→ Your task
A word-for-word copy of the entries is the only acceptable reply.
== Segment start ==
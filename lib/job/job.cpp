// SPDX-License-Identifier: MIT
#include <bismar/job/job.hpp>

#include "job_reader.hpp"

#include <bismar/catalogue/csv.hpp>
#include <bismar/numeric/floating_point_guard.hpp>
#include <bismar/quantity/parse.hpp>
#include <bismar/sizing/front.hpp>

#include <filesystem>
#include <set>
#include <string>
#include <utility>

namespace bismar {

namespace {

using detail::Checker;
using detail::JsonDocument;
using detail::JsonValue;

/// The currency and its rates come first, because every amount is read with them.
/// @return whether money can be read.
bool read_currency(const JsonValue& root, Job& job, Checker& checker) {
  if (const JsonValue* currency = root.find("currency");
      currency != nullptr && currency->is(JsonValue::Kind::text)) {
    checker.place(*currency, "/currency");
    if (!is_currency_code(currency->text)) {
      checker.add(Code::unknown_name,
                  *currency,
                  currency->text,
                  "a currency code of ISO 4217",
                  '"' + currency->text +
                      "\" is no currency code. Write three capital letters (ISO 4217), such as "
                      "\"EUR\".");
      return false;
    }
    job.currency = currency->text;
  }
  job.rates = CurrencyRates(job.currency);
  const JsonValue* rates = root.find("rates");
  if (rates == nullptr || !rates->is(JsonValue::Kind::object)) {
    return true;
  }
  const CurrencyRates own_currency_only(job.currency);
  for (const JsonValue::Member& member : rates->members) {
    checker.place(member.value, "/rates/" + detail::pointer_step(member.key));
    if (!member.value.is(JsonValue::Kind::text) || !is_currency_code(member.key) ||
        job.rates.rate(member.key).has_value()) {
      if (member.key == job.currency) {
        checker.add(Code::conflict,
                    member.value,
                    member.key,
                    "other currencies",
                    member.key + " is the job's own currency. Leave this rate out.");
      }
      continue;
    }
    try {
      job.rates.set(member.key,
                    parse_quantity(member.value.text, QuantityKind::money, &own_currency_only));
    } catch (const Error& error) {
      checker.append(error, member.value);
      job.rates.set(member.key, 1.0);  // so that amounts in it are not faults on top of this one
    }
  }
  return true;
}

/// "file:line:column /pointer" of a value, or of the nearest one around it that the job wrote down.
std::string place_of(const Job& job, const std::string& pointer) {
  for (std::string around = pointer;; around.resize(around.rfind('/'))) {
    const auto found = job.places.find(around);
    if (found != job.places.end()) {
      return found->second + ' ' + pointer;
    }
    if (around.empty()) {
      return pointer;
    }
  }
}

}  // namespace

Job load_job_text(std::string_view text, const std::string& name, const std::string& folder) {
  const FloatingPointGuard guard;
  FaultList faults;
  JsonDocument document;
  const bool is_json = document.parse(std::string(text), name, faults);
  if (!is_json) {
    faults.throw_if_any();
  }
  const JsonValue& root = document.root();

  Job job;
  job.folder = folder;
  Checker checker(document, faults);
  if (const JsonValue* version = root.find("bismar"); version != nullptr &&
                                                      version->is(JsonValue::Kind::number) &&
                                                      version->number != job_format_version) {
    // Another version may mean other keys: naming them as faults would mislead.
    Fault fault;
    fault.code = Code::version_unsupported;
    fault.where = document.where(version->offset, "/bismar");
    fault.found = version->text;
    fault.allowed = std::to_string(job_format_version);
    fault.message = "this job has format version " + version->text +
                    "; this program reads version " + std::to_string(job_format_version) + '.';
    throw Error(std::move(fault));
  }
  if (read_currency(root, job, checker)) {
    checker.use(&job.rates);
  }
  checker.check(root, detail::job_format(), "");
  if (root.is(JsonValue::Kind::object)) {
    detail::JobReader reader(document, checker, job);
    reader.read_title(root);
    reader.read_catalogue(root.find("catalogue"));
    reader.read_settings(root.find("settings"));
    reader.read_exchange(root.find("exchange"));
    reader.read_parts(root.find("parts"));
  }
  faults.throw_if_any();
  job.text = detail::to_compact_text(root);
  job.places = checker.places();
  return job;
}

Job load_job(const std::string& path) {
  const std::filesystem::path file(path);
  return load_job_text(
      read_table_file(path), file.filename().string(), file.parent_path().string());
}

void validate(const Job& job) {
  FaultList faults;
  std::set<std::string> told;  // faults of the settings come with every part
  for (std::size_t i = 0; i < job.parts.size(); ++i) {
    try {
      validate(job.parts[i], job.catalogue, job.settings);
    } catch (const Error& error) {
      for (Fault fault : error.faults()) {
        const bool of_part = !fault.where.starts_with("/settings");
        fault.where = place_of(
            job, of_part ? "/parts/" + std::to_string(i) + fault.where : std::move(fault.where));
        if (told.insert(fault.text()).second) {
          faults.add(std::move(fault));
        }
      }
    }
  }
  faults.throw_if_any();
}

std::size_t find_part(const Job& job, std::string_view name) {
  std::vector<std::string_view> names;
  for (std::size_t i = 0; i < job.parts.size(); ++i) {
    if (job.parts[i].name == name) {
      return i;
    }
    names.push_back(job.parts[i].name);
  }
  Fault fault;
  fault.code = Code::unknown_name;
  fault.found = name;
  fault.allowed = detail::in_words(names);
  fault.message = "the job has no part \"" + std::string(name) + "\"." + did_you_mean(name, names) +
                  " Its parts: " + fault.allowed + '.';
  throw Error(std::move(fault));
}

}  // namespace bismar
== Segment end ==
→ Output
filename lib/job/job.cpp
// SPDX-License-Identifier: MIT
#include <bismar/job/job.hpp>

#include "job_reader.hpp"

#include <bismar/catalogue/csv.hpp>
#include <bismar/numeric/floating_point_guard.hpp>
#include <bismar/quantity/parse.hpp>
#include <bismar/sizing/front.hpp>

#include <filesystem>
#include <set>
#include <string>
#include <utility>

namespace bismar {

namespace {

using detail::Checker;
using detail::JsonDocument;
using detail::JsonValue;

/// The currency and its rates come first, because every amount is read with them.
/// @return whether money can be read.
bool read_currency(const JsonValue& root, Job& job, Checker& checker) {
  if (const JsonValue* currency = root.find("currency");
      currency != nullptr && currency->is(JsonValue::Kind::text)) {
    checker.place(*currency, "/currency");
    if (!is_currency_code(currency->text)) {
      checker.add(Code::unknown_name,
                  *currency,
                  currency->text,
                  "a currency code of ISO 4217",
                  '"' + currency->text +
                      "\" is no currency code. Write three capital letters (ISO 4217), such as "
                      "\"EUR\".");
      return false;
    }
    job.currency = currency->text;
  }
  job.rates = CurrencyRates(job.currency);
  const JsonValue* rates = root.find("rates");
  if (rates == nullptr || !rates->is(JsonValue::Kind::object)) {
    return true;
  }
  const CurrencyRates own_currency_only(job.currency);
  for (const JsonValue::Member& member : rates->members) {
    checker.place(member.value, "/rates/" + detail::pointer_step(member.key));
    if (!member.value.is(JsonValue::Kind::text) || !is_currency_code(member.key) ||
        job.rates.rate(member.key).has_value()) {
      if (member.key == job.currency) {
        checker.add(Code::conflict,
                    member.value,
                    member.key,
                    "other currencies",
                    member.key + " is the job's own currency. Leave this rate out.");
      }
      continue;
    }
    try {
      job.rates.set(member.key,
                    parse_quantity(member.value.text, QuantityKind::money, &own_currency_only));
    } catch (const Error& error) {
      checker.append(error, member.value);
      job.rates.set(member.key, 1.0);  // so that amounts in it are not faults on top of this one
    }
  }
  return true;
}

/// "file:line:column /pointer" of a value, or of the nearest one around it that the job wrote down.
std::string place_of(const Job& job, const std::string& pointer) {
  for (std::string around = pointer;; around.resize(around.rfind('/'))) {
    const auto found = job.places.find(around);
    if (found != job.places.end()) {
      return found->second + ' ' + pointer;
    }
    if (around.empty()) {
      return pointer;
    }
  }
}

}  // namespace

Job load_job_text(std::string_view text, const std::string& name, const std::string& folder) {
  const FloatingPointGuard guard;
  FaultList faults;
  JsonDocument document;
  const bool is_json = document.parse(std::string(text), name, faults);
  if (!is_json) {
    faults.throw_if_any();
  }
  const JsonValue& root = document.root();

  Job job;
  job.folder = folder;
  Checker checker(document, faults);
  if (const JsonValue* version = root.find("bismar"); version != nullptr &&
                                                      version->is(JsonValue::Kind::number) &&
                                                      version->number != job_format_version) {
    // Another version may mean other keys: naming them as faults would mislead.
    Fault fault;
    fault.code = Code::version_unsupported;
    fault.where = document.where(version->offset, "/bismar");
    fault.found = version->text;
    fault.allowed = std::to_string(job_format_version);
    fault.message = "this job has format version " + version->text +
                    "; this program reads version " + std::to_string(job_format_version) + '.';
    throw Error(std::move(fault));
  }
  if (read_currency(root, job, checker)) {
    checker.use(&job.rates);
  }
  checker.check(root, detail::job_format(), "");
  if (root.is(JsonValue::Kind::object)) {
    detail::JobReader reader(document, checker, job);
    reader.read_title(root);
    reader.read_catalogue(root.find("catalogue"));
    reader.read_settings(root.find("settings"));
    reader.read_exchange(root.find("exchange"));
    reader.read_parts(root.find("parts"));
  }
  faults.throw_if_any();
  job.text = detail::to_compact_text(root);
  job.places = checker.places();
  return job;
}

Job load_job(const std::string& path) {
  const std::filesystem::path file(path);
  return load_job_text(
      read_table_file(path), file.filename().string(), file.parent_path().string());
}

void validate(const Job& job) {
  FaultList faults;
  std::set<std::string> told;  // faults of the settings come with every part
  for (std::size_t i = 0; i < job.parts.size(); ++i) {
    try {
      validate(job.parts[i], job.catalogue, job.settings);
    } catch (const Error& error) {
      for (Fault fault : error.faults()) {
        const bool of_part = !fault.where.starts_with("/settings");
        fault.where = place_of(
            job, of_part ? "/parts/" + std::to_string(i) + fault.where : std::move(fault.where));
        if (told.insert(fault.text()).second) {
          faults.add(std::move(fault));
        }
      }
    }
  }
  faults.throw_if_any();
}

std::size_t find_part(const Job& job, std::string_view name) {
  std::vector<std::string_view> names;
  for (std::size_t i = 0; i < job.parts.size(); ++i) {
    if (job.parts[i].name == name) {
      return i;
    }
    names.push_back(job.parts[i].name);
  }
  Fault fault;
  fault.code = Code::unknown_name;
  fault.found = name;
  fault.allowed = detail::in_words(names);
  fault.message = "the job has no part \"" + std::string(name) + "\"." + did_you_mean(name, names) +
                  " Its parts: " + fault.allowed + '.';
  throw Error(std::move(fault));
}

}  // namespace bismar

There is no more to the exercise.